At necropsy, both puppies had similar lesions. The most striking change was multifocal to coalescing ecchymotic hemorrhages throughout the kidneys bilaterally. In one puppy, this change was so severe that nearly the entire kidney was hemorrhagic (Figure 1). Both puppies also had petechial hemorrhages throughout the liver and intestines and one puppy had a mild pneumonia. Tissues from one puppy were fixed in formalin and submitted for histopathologic examination which showed corresponding lesions of multifocal to coalescing necrohemorrhagic nephritis (Figure 2), multifocal necrohemorrhagic hepatitis, and multifocal fibrino necrotizing pneumonia. Rare intranuclear inclusion bodies consistent with herpesvirus were seen in all affected organs (Figure 2). The macroscopic and microscopic lesions in these cases are classic for canine herpesvirus infection.

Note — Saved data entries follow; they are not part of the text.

//! The synthetic posters of `tests/common/artwork.rs`: the generator's own colour formulas
//! against outside references, and the committed set in `fixtures/families/` against a
//! fresh drawing (regenerate with `cargo run --example make_artwork`).

mod common;

#[path = "common/artwork.rs"]
mod artwork;

use common::{fixture, read_csv};
use serde_json::Value;

fn f(s: &str) -> f64 {
    s.trim().parse().unwrap()
}

/// The generator's CIEDE2000 (it checks that families are 15 apart) on all 34 pairs of
/// Sharma, Wu & Dalal (2005), Color Research & Application 30(1), Table 1, to 1e-4.
/// Fixture: fixtures/reference/sharma2005_ciede2000.csv.
#[test]
fn generator_ciede2000_matches_sharma_pairs() {
    let (header, rows) = read_csv("reference/sharma2005_ciede2000.csv");
    assert_eq!(header[7], "delta_e2000");
    assert_eq!(rows.len(), 34);
    for r in &rows {
        let a = [f(&r[1]), f(&r[2]), f(&r[3])];
        let b = [f(&r[4]), f(&r[5]), f(&r[6])];
        let want = f(&r[7]);
        for got in [artwork::ciede2000(a, b), artwork::ciede2000(b, a)] {
            assert!(
                (got - want).abs() <= 1e-4 + 1e-12,
                "pair {}: got {got:.6}, paper {want}",
                r[0]
            );
        }
    }
}

/// The generator's sRGB8 -> CIELAB (IEC 61966-2-1 matrix, D65 white of CIE 15:2004) on the
/// 209 colours of colour-science 0.4.7 with the same 4-decimal matrix (fixture:
/// fixtures/reference/srgb_to_lab.csv). colour-science takes the white from the D65
/// chromaticity (0.3127, 0.3290), the generator from the CIE 15 table, so the two may differ
/// by about 0.01 in a and b.
#[test]
fn generator_lab_matches_colour_science() {
    let (header, rows) = read_csv("reference/srgb_to_lab.csv");
    assert_eq!(&header[1..7], ["r", "g", "b", "L", "a", "b_"]);
    assert!(rows.len() >= 200);
    for r in &rows {
        let c = [f(&r[1]) as u8, f(&r[2]) as u8, f(&r[3]) as u8];
        let want = [f(&r[4]), f(&r[5]), f(&r[6])];
        let got = artwork::srgb8_to_lab(c);
        for i in 0..3 {
            assert!(
                (got[i] - want[i]).abs() < 0.03,
                "{} {c:?}: got {got:?}, colour-science {want:?}",
                r[0]
            );
        }
    }
}

/// The committed PNG and JPEG files and families.json are what the generator draws now,
/// byte for byte (PNG, JPEG) and to the written 4 decimals (lab). Self-consistency of the
/// committed set, not an outside reference.
#[test]
fn committed_families_match_a_fresh_drawing() {
    let doc: Value =
        serde_json::from_slice(&std::fs::read(fixture("families/families.json")).unwrap()).unwrap();
    let listed = doc["artworks"].as_array().unwrap();
    let set = artwork::artwork_set();
    assert_eq!(listed.len(), set.len());
    let again = artwork::artwork_set();
    for (a, b) in set.iter().zip(&again) {
        assert!(a.rgb == b.rgb, "{}: two drawings differ", a.name);
    }
    for (a, j) in set.iter().zip(listed) {
        let stale = "regenerate with `cargo run --example make_artwork`";
        assert_eq!(j["name"], a.name.as_str());
        assert_eq!(j["k"].as_u64().unwrap() as usize, a.k);
        assert_eq!(a.k, a.families.len());
        assert_eq!(j["width"].as_u64().unwrap() as u32, a.width);
        assert_eq!(j["height"].as_u64().unwrap() as u32, a.height);
        assert_eq!(a.rgb.len(), (a.width * a.height * 3) as usize);
        let png = std::fs::read(fixture(&format!("families/{}.png", a.name))).unwrap();
        assert!(
            png == artwork::encode_png(a),
            "{}.png is stale: {stale}",
            a.name
        );
        let jpg = std::fs::read(fixture(&format!("families/{}.jpg", a.name))).unwrap();
        assert!(
            jpg == artwork::encode_jpeg(a, 85),
            "{}.jpg is stale: {stale}",
            a.name
        );
        let fams = j["families"].as_array().unwrap();
        assert_eq!(fams.len(), a.families.len());
        let total: u64 = a.families.iter().map(|f| f.pixels).sum();
        assert_eq!(total, (a.width * a.height) as u64, "{}", a.name);
        for (fam, fj) in a.families.iter().zip(fams) {
            assert_eq!(fj["name"], fam.name.as_str());
            let hex = format!("#{:02x}{:02x}{:02x}", fam.srgb[0], fam.srgb[1], fam.srgb[2]);
            assert_eq!(fj["srgb"], hex.as_str(), "{} {}", a.name, fam.name);
            assert_eq!(fj["pixels"].as_u64().unwrap(), fam.pixels);
            assert_eq!(fj["small"].as_bool().unwrap(), fam.small);
            for i in 0..3 {
                let want = fj["lab"][i].as_f64().unwrap();
                assert!(
                    (fam.lab[i] - want).abs() <= 1e-4,
                    "{} {}: lab {:?}: {stale}",
                    a.name,
                    fam.name,
                    fam.lab
                );
            }
            if fam.small {
                let share = fam.pixels as f64 / total as f64;
                assert!((0.001..=0.01).contains(&share), "{} {}", a.name, fam.name);
            }
        }
        for (i, p) in a.families.iter().enumerate() {
            for q in &a.families[i + 1..] {
                let d = artwork::ciede2000(p.lab, q.lab);
                assert!(
                    d >= artwork::MIN_FAMILY_DE00,
                    "{} {} {}",
                    a.name,
                    p.name,
                    q.name
                );
            }
        }
    }
}

/// The sky-shapes ink library reads with the project's ink reader (the `separate` command's
/// library format) and holds an ink with the exact sRGB of every small shape.
#[test]
fn sky_inks_hold_every_shape_colour() {
    let path = fixture("families/sky-inks.csv");
    let inks = chromasift::inks::read_library(&path).unwrap();
    assert_eq!(inks.len(), 12);
    let set = artwork::artwork_set();
    let sky = set.iter().find(|a| a.name == "sky-shapes").unwrap();
    assert_eq!(sky.k, 8);
    for fam in sky.families.iter().filter(|f| f.small) {
        let hex = format!("#{:02x}{:02x}{:02x}", fam.srgb[0], fam.srgb[1], fam.srgb[2]);
        assert!(
            inks.iter().any(|i| i.hex.eq_ignore_ascii_case(&hex)),
            "no ink {hex} for {}",
            fam.name
        );
    }
}
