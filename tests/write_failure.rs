//! A write that fails part-way (a full disk, or a file-size limit) gives a clear error,
//! leaves no truncated output that a rerun could take for finished work, and a rerun with
//! room to write finishes with the same results as a run that never failed.
//!
//! The failure is made with the process file-size limit (RLIMIT_FSIZE, `ulimit -f` in
//! the shell that starts the binary): a write past it fails with EFBIG ("File too
//! large"), through the same code path as ENOSPC on a full disk, and it needs neither
//! root nor a small file system. The images are invented noisy gradients, so every
//! reduced PNG is larger than the limit while the palette documents are smaller.

#![cfg(unix)]

mod common;

use common::{run, stderr, tree};
use serde_json::Value;
use std::path::{Path, PathBuf};
use std::process::{Command, Output};

/// File-size limit for the failing runs: 8 blocks, 4 KiB or 8 KiB depending on the
/// shell's block size, both below the size of every reduced PNG here.
const LIMIT_BLOCKS: u32 = 8;

/// xorshift64*: seeded noise for the test pictures.
fn noise(state: &mut u64) -> u64 {
    *state ^= *state >> 12;
    *state ^= *state << 25;
    *state ^= *state >> 27;
    state.wrapping_mul(0x2545_F491_4F6C_DD1D)
}

/// A folder of `n` noisy gradients in two sub-folders.
fn folder(root: &Path, n: usize) -> PathBuf {
    let dir = root.join("shoot");
    let (w, h) = (160u32, 120u32);
    for i in 0..n {
        let sub = dir.join(if i % 2 == 0 { "day1" } else { "day2" });
        std::fs::create_dir_all(&sub).unwrap();
        let mut s = 0x51A7_E5EE_D000_0001u64 ^ (i as u64);
        let mut rgb = Vec::new();
        for y in 0..h {
            for x in 0..w {
                let base = [x * 255 / w, y * 255 / h, (x + 2 * y + 50 * i as u32) % 256];
                for b in base {
                    let j = (noise(&mut s) % 31) as i32 - 15;
                    rgb.push((b as i32 + j).clamp(0, 255) as u8);
                }
            }
        }
        common::write_rgb(&sub.join(format!("img{i}.png")), w, h, &rgb);
    }
    dir
}

/// Runs the binary under a file-size limit of `blocks`.
fn run_limited(blocks: u32, args: &[&str]) -> Output {
    Command::new("sh")
        .arg("-c")
        .arg(format!("ulimit -f {blocks} && exec \"$0\" \"$@\""))
        .arg(env!("CARGO_BIN_EXE_chromasift"))
        .args(args)
        .output()
        .unwrap()
}

/// Files under `dir` whose names mark them as our temporary files.
fn temporaries(dir: &Path) -> Vec<String> {
    tree(dir)
        .into_keys()
        .map(|p| p.to_string_lossy().into_owned())
        .filter(|p| p.contains(".chromasift-tmp-"))
        .collect()
}

/// Every output file except the batch reports, with its bytes.
fn outputs(dir: &Path) -> std::collections::BTreeMap<PathBuf, Vec<u8>> {
    let mut t = tree(dir);
    t.retain(|p, _| !p.to_string_lossy().starts_with("batch-report."));
    t
}

#[test]
fn reduce_refuses_cleanly_when_a_write_fails() {
    let dir = tempfile::tempdir().unwrap();
    let input = folder(dir.path(), 1).join("day1/img0.png");
    let before = std::fs::read(&input).unwrap();
    let out = dir.path().join("out");
    let args = [
        "reduce",
        input.to_str().unwrap(),
        "-k",
        "8",
        "-o",
        out.to_str().unwrap(),
    ];
    let o = run_limited(LIMIT_BLOCKS, &args);
    let err = stderr(&o);
    assert_eq!(o.status.code(), Some(2), "{err}");
    assert!(!err.contains("panicked"), "{err}");
    assert_eq!(err.trim_end().lines().count(), 1, "one line: {err}");
    assert!(
        err.contains("img0") && err.to_lowercase().contains("too large"),
        "names the file and the problem: {err}"
    );
    // Nothing at all is left: no truncated image, no temporaries, no palette document.
    let left = if out.exists() {
        tree(&out)
    } else {
        Default::default()
    };
    assert!(
        left.is_empty(),
        "left behind: {:?}",
        left.keys().collect::<Vec<_>>()
    );
    assert_eq!(std::fs::read(&input).unwrap(), before, "input untouched");

    // With room to write, the same command succeeds.
    let o = run(&args, &[]);
    assert!(o.status.success(), "{}", stderr(&o));
    assert!(out.join("img0.reduced.png").exists());
}

#[test]
fn batch_with_failing_writes_leaves_nothing_a_rerun_would_skip() {
    let dir = tempfile::tempdir().unwrap();
    let input = folder(dir.path(), 4);
    let before = tree(&input);
    let out = dir.path().join("out");
    let args = |o: &Path| -> Vec<String> {
        [
            "batch",
            input.to_str().unwrap(),
            "-k",
            "6",
            "-o",
            o.to_str().unwrap(),
            "--jobs",
            "1",
            "--quiet",
        ]
        .map(String::from)
        .to_vec()
    };
    let a = args(&out);
    let a: Vec<&str> = a.iter().map(String::as_str).collect();

    // Every image fails on its reduced PNG; the batch goes on, reports each failure with
    // its cause, and exits 1.
    let o = run_limited(LIMIT_BLOCKS, &a);
    let err = stderr(&o);
    assert_eq!(o.status.code(), Some(1), "{err}");
    assert!(!err.contains("panicked"), "{err}");
    let report: Value =
        serde_json::from_slice(&std::fs::read(out.join("batch-report.json")).unwrap()).unwrap();
    let files = report["files"].as_array().expect("files in the report");
    assert_eq!(files.len(), 4);
    for f in files {
        assert_eq!(f["status"], "failed", "{f}");
        let e = f["error"].as_str().unwrap().to_lowercase();
        assert!(e.contains("too large"), "{e}");
    }
    // No temporaries, and no image has a palette document, the mark of a finished set.
    assert!(temporaries(&out).is_empty(), "{:?}", temporaries(&out));
    let palettes: Vec<_> = tree(&out)
        .into_keys()
        .filter(|p| p.to_string_lossy().ends_with(".palette.json"))
        .collect();
    assert!(palettes.is_empty(), "{palettes:?}");
    assert_eq!(tree(&input), before, "input tree untouched");

    // The rerun with room to write redoes every image (none is taken as up to date) and
    // ends with exactly the outputs of a batch that never failed.
    let o = run(&a, &[]);
    assert!(o.status.success(), "{}", stderr(&o));
    let report: Value =
        serde_json::from_slice(&std::fs::read(out.join("batch-report.json")).unwrap()).unwrap();
    for f in report["files"].as_array().unwrap() {
        assert_eq!(f["status"], "ok", "{f}");
    }
    let clean = dir.path().join("clean");
    let c = args(&clean);
    let c: Vec<&str> = c.iter().map(String::as_str).collect();
    let o = run(&c, &[]);
    assert!(o.status.success(), "{}", stderr(&o));
    assert_eq!(outputs(&out), outputs(&clean));
    assert!(temporaries(&out).is_empty());
}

Canine herpesvirus causes systemic necrosis and hemorrhage in neonatal puppies with a high mortality rate. This disease should always be considered a major differential diagnosis in litters with multiple fatalities. Puppies can be infected in utero following infection of a naïve dam, during parturition, or following direct exposure to the virus during the first few weeks of life. Puppies aged 1-4 weeks old are the most susceptible to this disease but seldom cases are seen in puppies up to 8 weeks old. Adult dogs typically do not develop clinical symptoms from infection but can occasionally have mild upper and/or lower respiratory disease, also characterized by hemorrhage and necrosis. In puppies, the most characteristic lesion seen at necropsy is disseminated petechial to ecchymotic renal hemorrhage. Available confirmatory diagnostic tests include PCR and histopathology, though viral inclusions are sometimes difficult to find histologically.